Reinterpretation of the Thorpe Length Scale

Author:

Kantha Lakshmi1

Affiliation:

1. a University of Colorado Boulder, Boulder, Colorado

Abstract

Abstract In 1977, S. A. Thorpe proposed a method to estimate the dissipation rate ε of turbulence kinetic energy (TKE) in an overturning turbulent layer in a lake, by sorting the observed (unstable) density profile to render it stable and thus deriving a length scale LT named after him, from the resulting vertical displacements of water parcels.
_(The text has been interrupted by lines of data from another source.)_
/**
 * Streaming CSV rows.
 *
 * The file is opened with `{ encoding: 'utf8' }`, so Node's string decoder carries a multi-byte character that is split
 * between two reads over to the next read; the text is then fed, piece by piece, to papaparse's incremental parser
 * (`Papa.Parser.parse(text, base, ignoreLastRow)`), which returns the complete records and where the unfinished one
 * starts. Only the unfinished record is carried over, so memory does not grow with the file.
 *
 * The delimiter (',' ';' or tab) and the line ending are taken from the header line (the first non-empty line with a
 * delimiter, so a title line above the header is passed over), counting delimiters outside quotes. A byte-order mark is dropped.
 */
import { createReadStream } from 'node:fs';
import Papa from 'papaparse';
import { InputError } from '../errors.js';
import type { ReadOptions, SheetRow } from './rows.js';

export type Delimiter = ',' | ';' | '\t';
type Newline = '\n' | '\r\n' | '\r';

/** Largest amount of text looked at to find the header line before giving up and guessing from what was read. */
const PEEK_LIMIT = 1 << 20;

/** Count each candidate delimiter outside double quotes in one line; the most frequent wins, ',' on a tie or none. */
export function detectDelimiter(line: string): Delimiter {
  const counts: Record<Delimiter, number> = { ',': 0, ';': 0, '\t': 0 };
  let quoted = false;
  for (const ch of line) {
    if (ch === '"') quoted = !quoted;
    else if (!quoted && (ch === ',' || ch === ';' || ch === '\t')) counts[ch] += 1;
  }
  let best: Delimiter = ',';
  for (const d of [';', '\t'] as const) if (counts[d] > counts[best]) best = d;
  return best;
}

function countDelimiters(line: string): number {
  let quoted = false;
  let n = 0;
  for (const ch of line) {
    if (ch === '"') quoted = !quoted;
    else if (!quoted && (ch === ',' || ch === ';' || ch === '\t')) n += 1;
  }
  return n;
}

/** Lines looked at past a title line (one with no delimiter) before settling on ','. */
const SNIFF_LINES = 10;

/**
 * Delimiter and line ending from the header line: the first non-empty line that has a delimiter (a title line above
 * the header, with no delimiter, is passed over). Undefined while more text is needed; `final` means no more is coming.
 */
export function sniff(text: string, final: boolean): { delimiter: Delimiter; newline: Newline } | undefined {
  let start = 0;
  let newline: Newline | undefined;
  let lines = 0;
  for (;;) {
    const lf = text.indexOf('\n', start);
    const cr = text.indexOf('\r', start);
    let end: number;
    let nl: Newline | undefined;
    if (lf < 0 && cr < 0) {
      if (!final) return undefined;
      end = text.length;
    } else if (cr >= 0 && (lf < 0 || cr < lf)) {
      // A '\r' at the very end of the text may be the first half of '\r\n': wait for more.
      if (cr === text.length - 1 && !final) return undefined;
      end = cr;
      nl = text[cr + 1] === '\n' ? '\r\n' : '\r';
    } else {
      end = lf;
      nl = '\n';
    }
    newline ??= nl;
    const line = text.slice(start, end);
    if (line.trim() !== '') {
      lines += 1;
      if (countDelimiters(line) > 0) return { delimiter: detectDelimiter(line), newline: newline ?? '\n' };
      if (lines >= SNIFF_LINES) return { delimiter: ',', newline: newline ?? '\n' };
    }
    if (nl === undefined) return { delimiter: ',', newline: newline ?? '\n' };
    start = end + nl.length;
  }
}

function openFailure(e: unknown, file: string): InputError | undefined {
  const code = (e as { code?: string } | null)?.code;
  if (code === 'ENOENT') {
    return new InputError({ file, problem: 'The data file was not found', fix: 'Check the file path in the claims file; it is relative to the claims file' });
  }
  if (code === 'EISDIR') {
    return new InputError({ file, problem: 'The data path is a folder, not a file', fix: 'Name the CSV file itself in the claims file' });
  }
  if (code === 'EACCES' || code === 'EPERM') {
    return new InputError({ file, problem: 'The data file cannot be read (permission denied)', fix: 'Allow reading the file, or copy it somewhere readable' });
  }
  return undefined;
}

/**
 * Yield every record of a CSV file in order, blank lines included (as a record of one empty value), so that `row`
 * matches the row number a spreadsheet program shows for the same file. A record with a quoted line break counts as
 * one row. Throws InputError for a missing file or a quote that is never closed.
 */
/** Records of text[0, end) with no quotes: lines split on `newline`, fields on `delimiter`. */
export function splitPlain(text: string, end: number, newline: string, delimiter: string): string[][] {
  const out: string[][] = [];
  let at = 0;
  while (at <= end) {
    let next = text.indexOf(newline, at);
    if (next < 0 || next > end) next = end;
    out.push(text.slice(at, next).split(delimiter));
    at = next + newline.length;
    if (next === end) break;
  }
  return out;
}

export interface CsvOptions extends ReadOptions {
  /** Called once with the delimiter found, before the first row is yielded. */
  onDelimiter?: (delimiter: Delimiter) => void;
}

export async function* readCsvRows(path: string, options: CsvOptions = {}): AsyncGenerator<SheetRow> {
  for await (const batch of readCsvBatches(path, options)) yield* batch;
}

/** As readCsvRows, the rows of each piece of the file together (one await per piece, not per row). */
export async function* readCsvBatches(path: string, options: CsvOptions = {}): AsyncGenerator<SheetRow[]> {
  const file = options.displayPath ?? path;
  const stream = createReadStream(path, {
    encoding: 'utf8',
    ...(options.chunkSize !== undefined ? { highWaterMark: Math.max(1, options.chunkSize) } : {}),
  });
  let parser: Papa.Parser | undefined;
  let dialect: { delimiter: Delimiter; newline: Newline } | undefined;
  let pending = '';
  let first = true;
  let row = 0;

  function* emit(records: string[][]): Generator<SheetRow[]> {
    if (records.length === 0) return;
    const out: SheetRow[] = new Array<SheetRow>(records.length);
    for (let i = 0; i < records.length; i++) {
      row += 1;
      out[i] = { row, values: records[i]! };
    }
    yield out;
  }

  /** Quote errors in the records returned; an error in the unfinished last record is re-checked when it is complete. */
  function checkErrors(errors: Papa.ParseError[], complete: number): void {
    const quote = errors.find((e) => e.type === 'Quotes' && (e.row ?? 0) < complete);
    if (quote !== undefined) {
      throw new InputError({
        file,
        row: row + (quote.row ?? 0) + 1,
        problem: quote.code === 'MissingQuotes' ? 'A quoted value is never closed' : 'A quoted value has text after its closing quote',
        found: quote.message,
        fix: 'Put a double quote at the end of the quoted value, and write any quote inside it twice ("")',
      });
    }
  }

  try {
    for await (const chunk of stream as AsyncIterable<string>) {
      let text = chunk;
      if (first) {
        if (text.length === 0) continue;
        if (text.charCodeAt(0) === 0xfeff) text = text.slice(1);
        first = false;
      }
      pending += text;
      if (parser === undefined) {
        const found = sniff(pending, pending.length >= PEEK_LIMIT);
        if (found === undefined) continue;
        options.onDelimiter?.(found.delimiter);
        parser = new Papa.Parser(found);
        dialect = found;
      }
      // Fast path: text with no double quote at all is split on the newline and the delimiter, records exactly as
      // papaparse would return them (tests compare the two); the last, maybe unfinished, line is carried over.
      if (pending.indexOf('"') < 0) {
        const nl = dialect!.newline;
        const last = pending.lastIndexOf(nl);
        if (last < 0) continue;
        const records = splitPlain(pending, last, nl, dialect!.delimiter);
        pending = pending.slice(last + nl.length);
        yield* emit(records);
        continue;
      }
      const result = parser.parse(pending, 0, true) as Papa.ParseResult<string[]>;
      checkErrors(result.errors, result.data.length);
      pending = pending.slice(result.meta.cursor);
      yield* emit(result.data);
    }
    if (pending !== '') {
      if (parser === undefined) {
        const found = sniff(pending, true)!;
        options.onDelimiter?.(found.delimiter);
        parser = new Papa.Parser(found);
        dialect = found;
      }
      if (pending.indexOf('"') < 0) {
        yield* emit([pending.split(dialect!.delimiter)]);
        return;
      }
      const result = parser.parse(pending, 0, false) as Papa.ParseResult<string[]>;
      checkErrors(result.errors, Number.POSITIVE_INFINITY);
      yield* emit(result.data);
    }
  } catch (e) {
    throw openFailure(e, file) ?? e;
  } finally {
    stream.destroy();
  }
}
By further proposing that this purely empirical scale (with no a priori physical basis, unlike many other turbulence length scales) is proportional to the Ozmidov scale LO, definable only for stably (not unstably or neutrally) stratified flows, he was able to extract ε. The simplicity of the approach that requires nothing but conductivity–temperature–depth (CTD) casts in water bodies, including lakes and oceans, made it attractive, until microstructure profilers were developed and perfected in later decades to actually make in situ measurements of ε. Since equivalent microstructure devices are not available for the atmosphere, the Thorpe technique has been resurrected in recent years for application to the atmosphere, using potential temperature profiles obtained from high-vertical-resolution radiosondes. Its popularity and utility have increased lately, in spite of unresolved issues related to the validity of assuming LT is proportional to LO. In this study, we touch upon these issues and offer an alternative interpretation of the Thorpe length scale as indicative of the turbulence velocity scale σK, which allows the Thorpe sorting technique to be applied to all turbulent flows, including those generated by convection. Significance Statement Routine monitoring of the turbulence structure in the global atmosphere is of societal importance and practical utility. Remote sensing by wind profiler radars provides routine information at only a few stations around the globe. Monitoring by sensors deployed on commercial aircraft provides data only along flight routes and mostly at flight altitudes. However, high-vertical-resolution radiosondes that are now being routinely deployed at over 900 stations around the globe provide a means for routine probing and monitoring of turbulence in the global atmosphere, by using the Thorpe sorting technique to extract the dissipation rate of turbulence kinetic energy. Reinterpretation of the technique in this study extends its application to all turbulent flows in the atmospheric column, including convective turbulence.